Have just had the chance to do this to no avail. The problem is that there is no display ... the monitor merely shows the 'no connection' floating image.

Is there anything else I could try, to see if it is a failure of either the mobo or the graphics card ?


----------



## Flags (Sep 9, 2001)

RSM: I found this on Google. It seems that many people are having the same problem.
There are several fixes mentioned in this site.
http://www.faqs.org/qa/qa-8633.html
Good luck.


----------



## RSM123 (Aug 1, 2002)

Thanks,

Checking it out now.

:up:


Edit - I had seen that list of posts.

I think this is hardware related - either the mobo or g/card is kaput.


----------



## brite750 (Mar 16, 2002)

RSM123 said:


> Some weeks ago, one of my other pcs was shut down unexpectedly by a power outtage. Upon starting up, there were nine beeps, which according to Google searches, related to checksum errors.
> 
> When I started a thread on this at the end of Sept, I got a reply from Triple 6 suggesting I clear the CMOS.
> 
> ...


you would have to take your pc apart until all you have connected is the PSU/MB with CPU+HSF, 1 stick of ram, gfx card, no other pci cards or drives connected, then you would have to replace components with known working ones until you find the offending part.


----------



## brite750 (Mar 16, 2002)

My bet would be that your psu is dead, but with a power surge other things may have been affected also


----------



## RSM123 (Aug 1, 2002)

Brite750,

Thanks for the reply.

If I follow your process and use both the suspect mobo and g/card ... how would I know which is a at fault ?


----------



## RSM123 (Aug 1, 2002)

brite750 said:


> My bet would be that your psu is dead, but with a power surge other things may have been affected also


Def not psu ... have booted up with the side off. Fans / lights all working.


----------



## brite750 (Mar 16, 2002)

RSM123 said:


> Def not psu ... have booted up with the side off. Fans / lights all working.

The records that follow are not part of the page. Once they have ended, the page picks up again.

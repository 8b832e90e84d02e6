import { readFileSync } from 'node:fs';
import { describe, expect, it } from 'vitest';
import { readMeasured } from '../../src/readers/measured.js';
import type { OutlinesReading } from '../../src/readers/outlines/outline.js';
import { readDxfOutlines } from '../../src/readers/outlines/outlines-dxf.js';
import { readJsonOutlines } from '../../src/readers/outlines/outlines-json.js';
import { readSvgOutlines } from '../../src/readers/outlines/outlines-svg.js';
import { readPieces } from '../../src/readers/pieces.js';
import { holds } from './holds.js';

const DXF = readFileSync(new URL('../readers/geometry/fixtures/tower.dxf', import.meta.url), 'utf8');
const SVG = `<?xml version="1.0"?><svg xmlns="http://www.w3.org/2000/svg" width="200mm" height="100mm" viewBox="0 0 400 200">
  <defs><path d="M0 0 1 1"/></defs><g transform="translate(10 20) rotate(5)"><rect x="1" y="2" width="30" height="20" rx="4"/>
  <path d="M0,0 h40 v30 c-5 5 -10 5 -15 0 s-9 2 -10 1 q-3-3 -5 0 t-4 1 a5 5 0 0 1 -6 -1 z m4 4 l3 0 l0 3 z"/></g>
  <circle cx="100" cy="50" r="12"/><ellipse cx="150" cy="50" rx="12" ry="5"/><polygon points="0,100 30,100 30,130"/>
  <line x1="5" y1="150" x2="60" y2="150"/><polyline points="60,150 60,190 5,190 5,150"/><text>mark</text></svg>`;
const OUTLINES = `{ "P1": { "outline": [[0, 0], [100, 0], [100, 50.5], [0, 50]], "holes": [[[10, 10], [20, 10], [20, 20]]], "quantity": 2 },
  "P2": { "outline": [[0, 0], [80, 0], [0, 60]], "rotations": [0, 180], "frame": {} } }`;
const PIECES = 'mark,length_mm,quantity,section\nS1,450,4,beech-8\nS2,320.5,3,beech-8\n"S3",120,2,\n';
const PIECES_SEMICOLON = 'Piece;Cut length [in];Qty\nS1;17,75;4\nS2;12,5;3\n';
const MEASURED = 'mark,length_mm\nS1,450.2\nS2,320.4\n';
const PLACES = 'node;x_mm;y_mm;z_mm\nA;0;0,5;-1e1\nB;10;20;30\n';
const marks = { struts: new Set(['S1', 'S2', 'S3']), nodes: new Set(['A', 'B']) };

/** What was read of outlines is finite, and each has its corners. */
function outlinesOf({ outlines, faults }: OutlinesReading) {
  for (const { outline, holes, quantity } of faults.length > 0 ? [] : outlines) {
    expect(outline.length).toBeGreaterThan(2);
    expect([outline, ...holes].flat(2).every(Number.isFinite)).toBe(true);
    expect(Number.isInteger(quantity)).toBe(true);
  }
  return { value: faults.length > 0 ? null : outlines, faults };
}

describe('a file from the workshop that was damaged anywhere is read, or refused in words', () => {
  it('outlines in DXF', () =>
    holds(DXF.slice(DXF.indexOf('ENTITIES') - 20), (text) => outlinesOf(readDxfOutlines(text, 'f'))));
  it('outlines in SVG', () => holds(SVG, (text) => outlinesOf(readSvgOutlines(text, 'f'))));
  it('outlines in JSON', () => holds(OUTLINES, (text) => outlinesOf(readJsonOutlines(text, 'f'))));
  it.each([
    ['comma', PIECES],
    ['semicolon and inches', PIECES_SEMICOLON],
  ])('pieces to cut, %s', (_, source) =>
    holds(source, (text) => {
      const { pieces, faults } = readPieces(text, 'f');
      if (faults.length === 0)
        for (const p of pieces)
          expect([p.length > 0 && Number.isFinite(p.length), p.quantity >= 0]).toEqual([true, true]);
      return { value: faults.length > 0 ? null : pieces, faults };
    }),
  );
  it.each([
    ['lengths', MEASURED],
    ['places', PLACES],
  ])('measured %s', (_, source) =>
    holds(source, (text) => {
      const { measured, faults } = readMeasured(text, 'f', marks);
      return { value: measured, faults };
    }),
  );
});
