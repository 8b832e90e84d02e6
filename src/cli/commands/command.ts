import type { Command } from 'commander';
import type { Terminal } from '../terminal/terminal.js';

export interface Call {
  readonly arguments: readonly string[];
  readonly options: Readonly<Record<string, unknown>>;
  readonly terminal: Terminal;
}

/** One command of the program: a file in this folder and a line in its index. */
export interface CliCommand {
  /** As commander reads it: "make <job>". */
  readonly usage: string;
  readonly summary: string;
  /** Shown first in its help. */
  readonly examples: readonly string[];
  define(command: Command): void;
  /** Gives the exit status. */
  run(call: Call): Promise<number>;
}
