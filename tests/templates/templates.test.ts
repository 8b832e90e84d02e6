import { readdirSync, readFileSync } from 'node:fs';
import { describe, expect, it } from 'vitest';
import { jsonSchemas } from '../../src/model/json-schemas.js';
import { assess } from '../../src/pipeline/assess.js';
import { readJob } from '../../src/readers/job.js';
import { readTruss } from '../../src/readers/truss.js';

const root = new URL('../../templates/', import.meta.url);
const names = readdirSync(root, { withFileTypes: true })
  .filter((e) => e.isDirectory())
  .map((e) => e.name);
const text = (path: string): string => readFileSync(new URL(path, root), 'utf8');
const keys = Object.keys((jsonSchemas()['job.schema.json'] as { properties: object }).properties);

it('there is one for a table, one for a table in inches, one for a garden', () =>
  expect(names).toEqual(expect.arrayContaining(['garden-pavilion', 'table-model', 'table-model-us'])));

describe.each(names)('template %s', (name) => {
  const job = readJob(text(`${name}/job.json`), 'job.json');
  const truss = readTruss(text(`${name}/truss.json`), 'truss.json');
  it('reads without a fault', () => expect([...job.faults, ...truss.faults]).toEqual([]));
  it('holds every key of a job, each under its explanation', () => {
    const lines = text(`${name}/job.json`).split('\n');
    for (const key of keys.filter((k) => k !== '$schema')) {
      const at = lines.findIndex((line) => line.startsWith(`  "${key}":`));
      expect(at, key).toBeGreaterThan(0);
      expect(lines[at - 1], key).toMatch(/^ {2}\/\/ /);
    }
  });
  it('has no stop but the one that asks for a test of your own', () => {
    const { findings } = assess(truss.truss!, job.job!);
    const stops = findings.filter((f) => f.level === 'stop').map((f) => f.code);
    expect(stops).toEqual(name === 'garden-pavilion' ? [expect.any(String)] : []);
  });
});

it('the truss in inches is the one in millimetres', () => {
  const [mm, inches] = ['table-model', 'table-model-us'].map((n) => readTruss(text(`${n}/truss.json`), n).truss!);
  expect(inches!.nodes).toHaveLength(mm!.nodes.length);
  // Inches are written to a millionth: 2.54e-5 mm.
  inches!.nodes.forEach((node, i) => {
    node.at.forEach((v, k) => {
      expect(Math.abs(v - mm!.nodes[i]!.at[k]!)).toBeLessThan(2e-5);
    });
  });
});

thats not neccessily so, a psu provides 2 to 3 diff voltages


----------



## brite750 (Mar 16, 2002)

what kind of bios do you have? and what does the 9 beeps mean, if you know


----------



## brite750 (Mar 16, 2002)

9 short beeps may mean ROM bios check sum failure, what ever that means


----------



## RSM123 (Aug 1, 2002)

Bios type - I can't recall ... its an Asrock 939 Dual Core with a 4200 ... I had it three weeks when this happened  

As for the beeps .... I believe it states checksum error.

Triple 6 replied before and rec'd clearing cmos ... but no go - still get 9 beeps and no display


----------



## brite750 (Mar 16, 2002)

http://www.pcguide.com/ts/x/sys/beep/amiB9-c.html

this does not sound good if that is what it is, a bios failure may mean a new MB install


----------



## brite750 (Mar 16, 2002)

RSM123 said:


> Bios type - I can't recall ... its an Asrock 939 Dual Core with a 4200 ... I had it three weeks when this happened
> 
> As for the beeps .... I believe it states checksum error.
> 
> Triple 6 replied before and rec'd clearing cmos ... but no go - still get 9 beeps and no display


if this is a new MB, rma the sucker IMO


----------



## RSM123 (Aug 1, 2002)

Thanks for that ... looks like I'll be sending it back.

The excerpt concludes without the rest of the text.